もちろん、根本的な解決策として絶対に必要です。
しかし、現実に難しいからご相談があるわけで、そうした視点から、以降は考えてみます。
(1)買い取る
買い取りは有給休暇の取得促進を妨げることから禁止されています。しかし、時効を迎えてしまったもの、退職時に残っているものについては、消えてしまうものですから、買い取り自体禁止されていません。
買い取ってもらうことを期待して使用しないという状況が、取得促進を妨げていないのかという視点もあるので、問題がないと言い切ることもできませんが、何もしないよりはマシです。

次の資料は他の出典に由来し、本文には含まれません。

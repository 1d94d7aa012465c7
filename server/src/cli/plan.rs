//! `ohmline plan`: survey planning for a new line — the sequence, its size
//! and epoch duration, the cumulative sensitivity figure and a detectability
//! check for a described target (computed by `crate::survey`, which the admin
//! planning page shares).

use std::path::{Path, PathBuf};
use std::time::Instant;

use anyhow::Context;
use clap::{Args, ValueEnum};
use ohmline_core::geometry::{LineGeometry, Surface};
use ohmline_core::planning::{ArrayFamily, Meter};
use serde_json::{Value, json};

use super::invert::{read_line, write};
use crate::survey::{self, PlanRequest};

/// An array family of `--arrays`.
#[derive(Debug, Clone, Copy, PartialEq, Eq, ValueEnum)]
pub enum Family {
    /// Wenner α, a = 1…max-a.
    Wenner,
    /// Dipole–dipole, a = 1…max-a, n = 1…max-n.
    DipoleDipole,
    /// Multiple gradient, a = 1…max-a, gradient-s dipoles per current pair.
    Gradient,
}

/// Options of `ohmline plan`.
#[derive(Debug, Args)]
pub struct PlanArgs {
    /// Number of electrodes of a straight, flat line (with --spacing).
    #[arg(long, value_name = "N", conflicts_with = "geometry", requires = "spacing")]
    pub electrodes: Option<usize>,
    /// Electrode spacing, m (with --electrodes).
    #[arg(long, value_name = "M", requires = "electrodes")]
    pub spacing: Option<f64>,
    /// Electrodes CSV (label,x,z) of a line with topography, instead of --electrodes.
    #[arg(long, value_name = "FILE", required_unless_present = "electrodes")]
    pub geometry: Option<PathBuf>,
    /// Ground surface CSV (x,z) beyond the electrodes (with --geometry).
    #[arg(long, value_name = "FILE", requires = "geometry")]
    pub surface: Option<PathBuf>,
    /// Array families, comma-separated.
    #[arg(
        long,
        value_enum,
        value_delimiter = ',',
        default_value = "wenner,dipole-dipole,gradient"
    )]
    pub arrays: Vec<Family>,
    /// Largest dipole length a of every family, in electrode spacings.
    #[arg(long, default_value_t = 6)]
    pub max_a: usize,
    /// Largest dipole–dipole n.
    #[arg(long, default_value_t = 6)]
    pub max_n: usize,
    /// Potential dipoles per current pair of the gradient family (s).
    #[arg(long, default_value_t = 6)]
    pub gradient_s: usize,
    /// Measure the reciprocal of every quadrupole too.
    #[arg(long)]
    pub reciprocals: bool,
    /// Potential channels the meter measures during one current injection.
    #[arg(long, default_value_t = 8)]
    pub channels: usize,
    /// Time of one current injection, s.
    #[arg(long, value_name = "S", default_value_t = 0.5)]
    pub time_per_measurement: f64,
    /// Target for the detectability check:
    /// x=CHAINAGE,width=M,depth=TOP_DEPTH_M,height=M,change=PCT.
    #[arg(long, value_name = "SPEC")]
    pub target: Option<String>,
    /// Expected relative error of a reading, percent.
    #[arg(long, value_name = "PCT", default_value_t = 2.0)]
    pub noise_relative: f64,
    /// Expected absolute error of a reading, Ω.
    #[arg(long, value_name = "OHM", default_value_t = 0.001)]
    pub noise_absolute: f64,
    /// Resistivity of the (homogeneous) ground for the checks, Ω·m.
    #[arg(long, value_name = "OHM_M", default_value_t = 100.0)]
    pub background: f64,
    /// Seed of the synthetic noise.
    #[arg(long, default_value_t = 1)]
    pub seed: u64,
    /// Folder for sequence.csv, plan.json and sensitivity.png (created if missing).
    #[arg(long, value_name = "DIR", default_value = ".")]
    pub out_dir: PathBuf,
}

fn electrodes_csv(line: &LineGeometry) -> String {
    let mut s = String::from("label,x,z\n");
    for e in line.electrodes() {
        s.push_str(&format!("{},{},{}\n", e.label(), e.x(), e.z()));
    }
    s
}

fn family(f: Family, a: &PlanArgs) -> ArrayFamily {
    match f {
        Family::Wenner => ArrayFamily::Wenner { max_a: a.max_a },
        Family::DipoleDipole => ArrayFamily::DipoleDipole { max_a: a.max_a, max_n: a.max_n },
        Family::Gradient => ArrayFamily::Gradient { max_a: a.max_a, s: a.gradient_s },
    }
}

/// Plans the survey and writes the output files.
pub fn run(args: PlanArgs) -> anyhow::Result<()> {
    let started = Instant::now();
    let (line, surface, generated) = match (&args.geometry, args.electrodes, args.spacing) {
        (Some(g), _, _) => {
            let (line, surface) = read_line(g, args.surface.as_deref())?;
            (line, surface, false)
        }
        (None, Some(n), Some(a)) => {
            let line = survey::flat_line(n, a).context("--electrodes/--spacing")?;
            let surface = Surface::through_line(&line, &[])?;
            (line, surface, true)
        }
        _ => anyhow::bail!("give --electrodes N with --spacing M, or --geometry FILE"),
    };
    let target =
        args.target.as_deref().map(survey::parse_target).transpose().context("--target")?;
    let req = PlanRequest {
        line,
        surface,
        families: args.arrays.iter().map(|f| family(*f, &args)).collect(),
        reciprocals: args.reciprocals,
        meter: Meter {
            channels: args.channels,
            seconds_per_measurement: args.time_per_measurement,
        },
        noise_relative_pct: args.noise_relative,
        noise_absolute_ohm: args.noise_absolute,
        background_ohm_m: args.background,
        seed: args.seed,
        target,
    };
    let mut outcome = survey::compute(&req)?;
    outcome.summary["elapsed_s"] = json!(started.elapsed().as_secs_f64());
    let out = &args.out_dir;
    std::fs::create_dir_all(out).with_context(|| format!("creating {}", out.display()))?;
    write(out, "sequence.csv", outcome.sequence_csv.as_bytes())?;
    if generated {
        write(out, "electrodes.csv", electrodes_csv(&req.line).as_bytes())?;
    }
    write(out, "plan.json", serde_json::to_string_pretty(&outcome.summary)?.as_bytes())?;
    write(out, "sensitivity.png", &outcome.sensitivity_png)?;
    print_summary(&args, &outcome.summary, out, generated);
    Ok(())
}

fn print_summary(args: &PlanArgs, p: &Value, out: &Path, generated: bool) {
    println!(
        "line: {} electrodes at {:.2} m ({:.1} m long)",
        p["electrodes"],
        p["spacing_m"].as_f64().unwrap_or(0.0),
        p["line_length_m"].as_f64().unwrap_or(0.0)
    );
    for f in p["arrays"].as_array().into_iter().flatten() {
        println!(
            "  {}: {} quadrupoles ({} kept after removing repeats)",
            f["family"].as_str().unwrap_or_default(),
            f["generated"],
            f["kept"]
        );
    }
    println!(
        "sequence: {} quadrupoles{}; {} current pairs, {} injections on {} channels",
        p["quadrupoles"],
        if args.reciprocals { " with reciprocals" } else { "" },
        p["current_pairs"],
        p["injections"],
        args.channels
    );
    let s = p["epoch_duration_s"].as_f64().unwrap_or(0.0);
    println!(
        "epoch duration: {:.0} s ({:.1} min) at {} s per injection",
        s,
        s / 60.0,
        args.time_per_measurement
    );
    let d = &p["median_depth_of_investigation_m"];
    println!(
        "median depth of investigation: {:.2}–{:.2} m",
        d["shallowest"].as_f64().unwrap_or(0.0),
        d["deepest"].as_f64().unwrap_or(0.0)
    );
    let t = &p["detectability"];
    if !t.is_null() {
        println!(
            "target: largest signal {:.2} %, {} of {} quadrupoles above 2σ noise (median {:.1} %)",
            t["max_signal_pct"].as_f64().unwrap_or(0.0),
            t["quadrupoles_above_noise"],
            t["quadrupoles"],
            t["median_noise_threshold_pct"].as_f64().unwrap_or(0.0)
        );
        println!(
            "  recovered change in the target {:.1} % (no-change noise bound {:.1} %, strongest {:.1} %){}",
            t["recovered_change_pct"].as_f64().unwrap_or(0.0),
            t["no_change_noise_bound_pct"].as_f64().unwrap_or(0.0),
            t["strongest_change_pct"].as_f64().unwrap_or(0.0),
            match t["centroid_offset_m"].as_f64() {
                Some(o) => format!(", centroid {o:.1} m from the target"),
                None => String::new(),
            }
        );
        println!("  detected: {}", if t["detected"] == true { "yes" } else { "no" });
    }
    println!(
        "wrote sequence.csv{}, plan.json, sensitivity.png in {}",
        if generated { ", electrodes.csv" } else { "" },
        out.display()
    );
}
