#[cfg(test)]
pub(crate) mod tests {
    use super::*;
    use crate::db::recipients::{self, Delivery, NewRecipient};
    use crate::db::sites;
    use crate::notify::NewNotice;
    use crate::notify::tests::sample;
    use chrono::TimeZone;

    pub async fn sqlite() -> (Db, tempfile::TempDir) {
        let dir = tempfile::tempdir().unwrap();
        let url = format!("sqlite://{}", dir.path().join("t.sqlite").display());
        let db = Db::connect(&url).await.unwrap();
        db.migrate().await.unwrap();
        (db, dir)
    }

    pub async fn add(db: &Db, email: &str, site: Option<i64>, min_level: u8, delivery: Delivery) {
        let address: lettre::Address = email.parse().unwrap();
        recipients::add(
            db,
            &NewRecipient { email: &address, name: "", site_id: site, min_level, delivery },
        )
        .await
        .unwrap();
    }

    fn t0() -> DateTime<Utc> {
        Utc.with_ymd_and_hms(2026, 3, 3, 6, 0, 0).unwrap()
    }

    fn params(now: DateTime<Utc>, max_per_hour: u32) -> EnqueueParams {
        EnqueueParams { max_per_hour, message_id_domain: "levees.example.org".into(), now }
    }

    fn notice(change: impl FnOnce(&mut NewNotice)) -> AlertNotice {
        let mut f = sample();
        change(&mut f);
        AlertNotice::new(f).unwrap()
    }

    async fn addresses(db: &Db, ids: &[i64]) -> Vec<String> {
        let all = list(db, None).await.unwrap();
        ids.iter().map(|id| all.iter().find(|r| r.id == *id).unwrap().to_address.clone()).collect()
    }

    /// Enqueues `n` at `now` with the hourly limit and checks who gets it now
    /// and who waits for the digest.
    async fn check(
        db: &Db,
        n: &AlertNotice,
        now: DateTime<Utc>,
        queued: &[&str],
        deferred: &[&str],
    ) {
        let r = enqueue(db, n, &params(now, 2)).await.unwrap();
        assert_eq!(addresses(db, &r.queued).await, queued, "sent now");
        assert_eq!(addresses(db, &r.deferred).await, deferred, "waiting for the digest");
    }

    #[tokio::test]
    async fn recipients_match_by_site_and_level_within_the_hourly_limit() {
        let (db, _dir) = sqlite().await;
        let north = sites::create(&db, "Levee North", "").await.unwrap().id;
        let south = sites::create(&db, "Levee South", "").await.unwrap().id;
        add(&db, "all@x.org", None, 0, Delivery::PerEvent).await;
        add(&db, "north2@x.org", Some(north), 2, Delivery::PerEvent).await;
        add(&db, "south@x.org", Some(south), 0, Delivery::PerEvent).await;
        add(&db, "digest@x.org", Some(north), 0, Delivery::DigestOnly).await;
        // The same address for one site and for all sites gets one email.
        add(&db, "ALL@x.org", Some(north), 0, Delivery::PerEvent).await;
        let dup: lettre::Address = "all@x.org".parse().unwrap();
        let e = recipients::add(
            &db,
            &NewRecipient {
                email: &dup,
                name: "",
                site_id: None,
                min_level: 1,
                delivery: Delivery::PerEvent,
            },
        )
        .await
        .unwrap_err();
        assert!(matches!(e, DbError::Conflict { .. }), "{e}");

        let level2 = notice(|_| {});
        let level1 = notice(|f| f.level_rank = 1);
        let t = t0();
        check(&db, &level2, t, &["all@x.org", "north2@x.org"], &["digest@x.org"]).await;
        check(&db, &level1, t + Duration::minutes(10), &["all@x.org"], &["digest@x.org"]).await;
        // A third email within the hour to all@: over the limit of 2, so it
        // waits for the digest; north2@ has had one.
        check(
            &db,
            &level2,
            t + Duration::minutes(20),
            &["north2@x.org"],
            &["all@x.org", "digest@x.org"],
        )
        .await;
        // An hour after the first, the window has room again.
        check(&db, &level1, t + Duration::minutes(61), &["all@x.org"], &["digest@x.org"]).await;
        let south_notice = notice(|f| f.site = "Levee South".into());
        check(&db, &south_notice, t + Duration::hours(3), &["all@x.org", "south@x.org"], &[]).await;

        let rows = list(&db, None).await.unwrap();
        let ids: std::collections::HashSet<_> = rows.iter().map(|r| &r.header_message_id).collect();
        assert_eq!(ids.len(), rows.len(), "every row has its own Message-ID");
        for r in &rows {
            assert!(
                r.header_message_id.starts_with("<ohmline.alert17."),
                "{}",
                r.header_message_id
            );
            assert!(r.header_message_id.ends_with("@levees.example.org>"));
        }
    }

    #[tokio::test]
    async fn a_claim_holds_its_lease_until_it_expires() {
        let (db, _dir) = sqlite().await;
        add(&db, "duty@x.org", None, 0, Delivery::PerEvent).await;
        let t = t0();
        let r = enqueue(&db, &notice(|_| {}), &params(t, 0)).await.unwrap();
        let id = r.queued[0];
        let lease = Duration::seconds(300);
        let a = claim_due(&db, "A", t, lease, 10).await.unwrap();
        assert_eq!(a.len(), 1);
        assert_eq!((a[0].outbox_id, a[0].attempts), (id, 1));
        assert_eq!(a[0].attachments.len(), 2);
        assert!(a[0].text.contains(crate::notify::CAUTION));
        // Held: B gets nothing and cannot release A's lease.
        assert!(
            claim_due(&db, "B", t + Duration::seconds(299), lease, 10).await.unwrap().is_empty()
        );
        assert!(!mark_retry(&db, id, "B", t, "x").await.unwrap());
        // A "crashed": once the lease expires, B claims the row again.
        let b = claim_due(&db, "B", t + Duration::seconds(300), lease, 10).await.unwrap();
        assert_eq!((b.len(), b[0].attempts), (1, 2));
        assert!(!mark_retry(&db, id, "A", t, "late").await.unwrap(), "A's lease is gone");
        // A transient failure: released with a later attempt time.
        assert!(mark_retry(&db, id, "B", t + Duration::seconds(400), "refused").await.unwrap());
        assert!(
            claim_due(&db, "C", t + Duration::seconds(399), lease, 10).await.unwrap().is_empty()
        );
        let c = claim_due(&db, "C", t + Duration::seconds(400), lease, 10).await.unwrap();
        assert_eq!(c[0].attempts, 3);
        assert!(mark_sent(&db, id, t + Duration::seconds(401)).await.unwrap());
        assert!(!mark_sent(&db, id, t + Duration::seconds(402)).await.unwrap(), "sent once");
        assert!(claim_due(&db, "C", t + Duration::days(1), lease, 10).await.unwrap().is_empty());
        let row = &list(&db, Some("sent")).await.unwrap()[0];
        assert_eq!((row.attempts, row.last_error.as_deref()), (3, None));
    }

    #[tokio::test]
    async fn a_digest_slot_is_processed_once() {
        let (db, _dir) = sqlite().await;
        add(&db, "digest@x.org", None, 0, Delivery::DigestOnly).await;
        add(&db, "busy@x.org", None, 0, Delivery::PerEvent).await;
        let t = t0();
        for (i, rank) in [2u8, 3, 3].into_iter().enumerate() {
            let n = notice(|f| {
                f.level_rank = rank;
                f.alert_id = 20 + i as i64;
            });
            enqueue(&db, &n, &params(t + Duration::minutes(i as i64), 1)).await.unwrap();
        }
        assert_eq!(list(&db, Some("digest")).await.unwrap().len(), 3 + 2);
        let slot = t + Duration::hours(1);
        let run = run_digest(&db, slot, slot, "levees.example.org").await.unwrap().unwrap();
        assert_eq!((run.digests.len(), run.items), (2, 5));
        assert!(run_digest(&db, slot, slot, "levees.example.org").await.unwrap().is_none());
        assert!(list(&db, Some("digest")).await.unwrap().is_empty());
        let digested = list(&db, Some("digested")).await.unwrap();
        assert_eq!(digested.len(), 5);
        assert!(digested.iter().all(|r| run.digests.contains(&r.digest_outbox_id.unwrap())));
        let out = claim_due(&db, "A", slot, Duration::seconds(60), 10).await.unwrap();
        let digest =
            out.iter().find(|o| o.to_address == "busy@x.org" && o.kind == "digest").unwrap();
        assert_eq!(digest.kind, "digest");
        assert!(digest.subject.contains("2 alert events"), "{}", digest.subject);
        assert!(digest.text.contains("alerts/17"), "links of the listed events");
        assert!(digest.text.contains(crate::notify::CAUTION));
        // Nothing waiting: the next slot writes no digest.
        let next = run_digest(&db, slot + Duration::days(1), slot + Duration::days(1), "x.org")
            .await
            .unwrap()
            .unwrap();
        assert!(next.digests.is_empty());
    }

    #[tokio::test]
    async fn removing_a_recipient_cancels_what_it_has_not_received() {
        let (db, _dir) = sqlite().await;
        add(&db, "gone@x.org", None, 0, Delivery::PerEvent).await;
        add(&db, "stays@x.org", None, 0, Delivery::PerEvent).await;
        let t = t0();
        enqueue(&db, &notice(|_| {}), &params(t, 0)).await.unwrap();
        let gone =
            recipients::list(&db).await.unwrap().into_iter().find(|r| r.email == "gone@x.org");
        let removed = recipients::remove(&db, gone.unwrap().id).await.unwrap();
        assert_eq!(removed.cancelled, 1);
        let due = claim_due(&db, "A", t, Duration::seconds(60), 10).await.unwrap();
        assert_eq!(due.len(), 1);
        assert_eq!(due[0].to_address, "stays@x.org");
        assert!(matches!(recipients::remove(&db, 999).await, Err(DbError::NotFound { .. })));
    }
}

少なくとも有給休暇の対価として渡してさえいれば、後に請求されることもありませんし、時効到達時及び退職時に限定しておけば、少しグレーな感じもしますが、現状の通達ではクリアかなと言うところだと思います。
(2)我慢してもらう
我慢してもらうのはダメなんですが、現実問題として、有給休暇を1日も取得せず、不満もなく働いている人はたくさんいます。
当然、相応の待遇であったり、仕事のおもしろさであったりということも必要になるでしょう。
労働基準法は遵守しなければいけませんが、トラブル化するのは、それが不満につながったときです。労使関係が良好であれば、どんな労働条件だってトラブルなど生じないのですから…。
ただ、労使関係がどう変わるか、どんな新人が入ってくるかはわかりませんし、有給・無給に関わらず、休めないことは大きなストレスになります。
根本的な解決策は模索していってください。
そして、あくまでも、有給休暇を取得できる環境を作っていくのが正しい正解であることを忘れないようにしてくださいね。